Provided records: Begin

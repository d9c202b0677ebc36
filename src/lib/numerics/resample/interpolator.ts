import { type KaiserKernel, kaiserKernelFunction } from './kaiser-kernel';

/** Rows of the table between one sample and the next; lines between rows are straight. */
export const ROWS_PER_SAMPLE = 2048;

/** A kernel laid out as rows of weights, one row per fraction of a sampling interval. */
export interface Interpolator {
	/** Weights per output point. */
	readonly taps: number;
	/** Samples needed on either side of an output instant; windows have to keep this far from the record's ends. */
	readonly guard: number;
	/** [(ROWS_PER_SAMPLE + 1) × taps] row r holds the weights for fraction r/ROWS_PER_SAMPLE. */
	readonly rows: Float64Array;
	/** [taps] weights of the point in hand. */
	readonly weights: Float64Array;
}

/**
 * Lays a kernel out for band-limited interpolation.
 * error    straight lines between 2048 rows add at most (2π·cutoff)²/(8·2048²), below 3e-7 of the signal
 */
export function planInterpolator(kernel: KaiserKernel): Interpolator {
	const taps = 2 * kernel.halfWidth;
	return { taps, guard: kernel.halfWidth, rows: tableOf(kernel), weights: new Float64Array(taps) };
}

/** Tables are costly to compute and never written to; captures analysed one after the other mostly need the same one. */
const tables = new Map<string, Float64Array>();
const MOST_TABLES = 8;

function tableOf(kernel: KaiserKernel): Float64Array {
	const key = JSON.stringify(kernel);
	const known = tables.get(key);
	if (known) return known;
	const taps = 2 * kernel.halfWidth;
	const rows = new Float64Array((ROWS_PER_SAMPLE + 1) * taps);
	const valueAt = kaiserKernelFunction(kernel);
	// The kernel is even: the second half of the table is the first, read backwards.
	for (let i = 0; i < (ROWS_PER_SAMPLE / 2 + 1) * taps; i++) {
		const fraction = Math.floor(i / taps) / ROWS_PER_SAMPLE;
		rows[i] = valueAt((i % taps) - kernel.halfWidth + 1 - fraction);
		rows[rows.length - 1 - i] = rows[i]!;
	}
	if (tables.size >= MOST_TABLES) tables.clear();
	tables.set(key, rows);
	return rows;
}

/**
 * Values of several channels at evenly spaced instants between their samples.
 * channels  [c][n] samples; all share one time base
 * start     first instant, in sample numbers from index 0 of the channels; start ≥ guard
 * step      spacing of instants in samples; the last instant must be ≤ n − 1 − guard
 * count     number of instants
 * outputs   [c][≥ count] receives the values
 * error     passband ripple and image rejection of the kernel plus the table's (see planInterpolator)
 */
export function interpolateEvenly(
	plan: Interpolator,
	channels: readonly Float64Array[],
	start: number,
	step: number,
	count: number,
	outputs: readonly Float64Array[]
): void {
	const { taps, rows, weights } = plan;
	const reach = plan.guard - 1;
	for (let m = 0; m < count; m++) {
		const position = start + m * step;
		const whole = Math.floor(position);
		const place = (position - whole) * ROWS_PER_SAMPLE;
		const row = Math.floor(place);
		const blend = place - row;
		const at = row * taps;
		for (let tap = 0; tap < taps; tap++) {
			const lower = rows[at + tap]!;
			weights[tap] = lower + blend * (rows[at + taps + tap]! - lower);
		}
		const from = whole - reach;
		for (let c = 0; c < channels.length; c++) {
			outputs[c]![m] = weightedSum(channels[c]!, from, weights, taps);
		}
	}
}

function weightedSum(samples: Float64Array, from: number, weights: Float64Array, taps: number): number {
	// Two accumulators: the additions of one do not have to wait for those of the other. taps is even.
	let even = 0;
	let odd = 0;
	for (let tap = 0; tap < taps; tap += 2) {
		even += samples[from + tap]! * weights[tap]!;
		odd += samples[from + tap + 1]! * weights[tap + 1]!;
	}
	return even + odd;
}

Provided records: End

▶ _Problem description_
Would you set down all the lines above, exactly and in full?

▶ _Response_
repository d9c202b0677ebc36
filename src/lib/numerics/resample/interpolator.ts
import { type KaiserKernel, kaiserKernelFunction } from './kaiser-kernel';

/** Rows of the table between one sample and the next; lines between rows are straight. */
export const ROWS_PER_SAMPLE = 2048;

/** A kernel laid out as rows of weights, one row per fraction of a sampling interval. */
export interface Interpolator {
	/** Weights per output point. */
	readonly taps: number;
	/** Samples needed on either side of an output instant; windows have to keep this far from the record's ends. */
	readonly guard: number;
	/** [(ROWS_PER_SAMPLE + 1) × taps] row r holds the weights for fraction r/ROWS_PER_SAMPLE. */
	readonly rows: Float64Array;
	/** [taps] weights of the point in hand. */
	readonly weights: Float64Array;
}

/**
 * Lays a kernel out for band-limited interpolation.
 * error    straight lines between 2048 rows add at most (2π·cutoff)²/(8·2048²), below 3e-7 of the signal
 */
export function planInterpolator(kernel: KaiserKernel): Interpolator {
	const taps = 2 * kernel.halfWidth;
	return { taps, guard: kernel.halfWidth, rows: tableOf(kernel), weights: new Float64Array(taps) };
}

/** Tables are costly to compute and never written to; captures analysed one after the other mostly need the same one. */
const tables = new Map<string, Float64Array>();
const MOST_TABLES = 8;

function tableOf(kernel: KaiserKernel): Float64Array {
	const key = JSON.stringify(kernel);
	const known = tables.get(key);
	if (known) return known;
	const taps = 2 * kernel.halfWidth;
	const rows = new Float64Array((ROWS_PER_SAMPLE + 1) * taps);
	const valueAt = kaiserKernelFunction(kernel);
	// The kernel is even: the second half of the table is the first, read backwards.
	for (let i = 0; i < (ROWS_PER_SAMPLE / 2 + 1) * taps; i++) {
		const fraction = Math.floor(i / taps) / ROWS_PER_SAMPLE;
		rows[i] = valueAt((i % taps) - kernel.halfWidth + 1 - fraction);
		rows[rows.length - 1 - i] = rows[i]!;
	}
	if (tables.size >= MOST_TABLES) tables.clear();
	tables.set(key, rows);
	return rows;
}

/**
 * Values of several channels at evenly spaced instants between their samples.
 * channels  [c][n] samples; all share one time base
 * start     first instant, in sample numbers from index 0 of the channels; start ≥ guard
 * step      spacing of instants in samples; the last instant must be ≤ n − 1 − guard
 * count     number of instants
 * outputs   [c][≥ count] receives the values
 * error     passband ripple and image rejection of the kernel plus the table's (see planInterpolator)
 */
export function interpolateEvenly(
	plan: Interpolator,
	channels: readonly Float64Array[],
	start: number,
	step: number,
	count: number,
	outputs: readonly Float64Array[]
): void {
	const { taps, rows, weights } = plan;
	const reach = plan.guard - 1;
	for (let m = 0; m < count; m++) {
		const position = start + m * step;
		const whole = Math.floor(position);
		const place = (position - whole) * ROWS_PER_SAMPLE;
		const row = Math.floor(place);
		const blend = place - row;
		const at = row * taps;
		for (let tap = 0; tap < taps; tap++) {
			const lower = rows[at + tap]!;
			weights[tap] = lower + blend * (rows[at + taps + tap]! - lower);
		}
		const from = whole - reach;
		for (let c = 0; c < channels.length; c++) {
			outputs[c]![m] = weightedSum(channels[c]!, from, weights, taps);
		}
	}
}

function weightedSum(samples: Float64Array, from: number, weights: Float64Array, taps: number): number {
	// Two accumulators: the additions of one do not have to wait for those of the other. taps is even.
	let even = 0;
	let odd = 0;
	for (let tap = 0; tap < taps; tap += 2) {
		even += samples[from + tap]! * weights[tap]!;
		odd += samples[from + tap + 1]! * weights[tap + 1]!;
	}
	return even + odd;
}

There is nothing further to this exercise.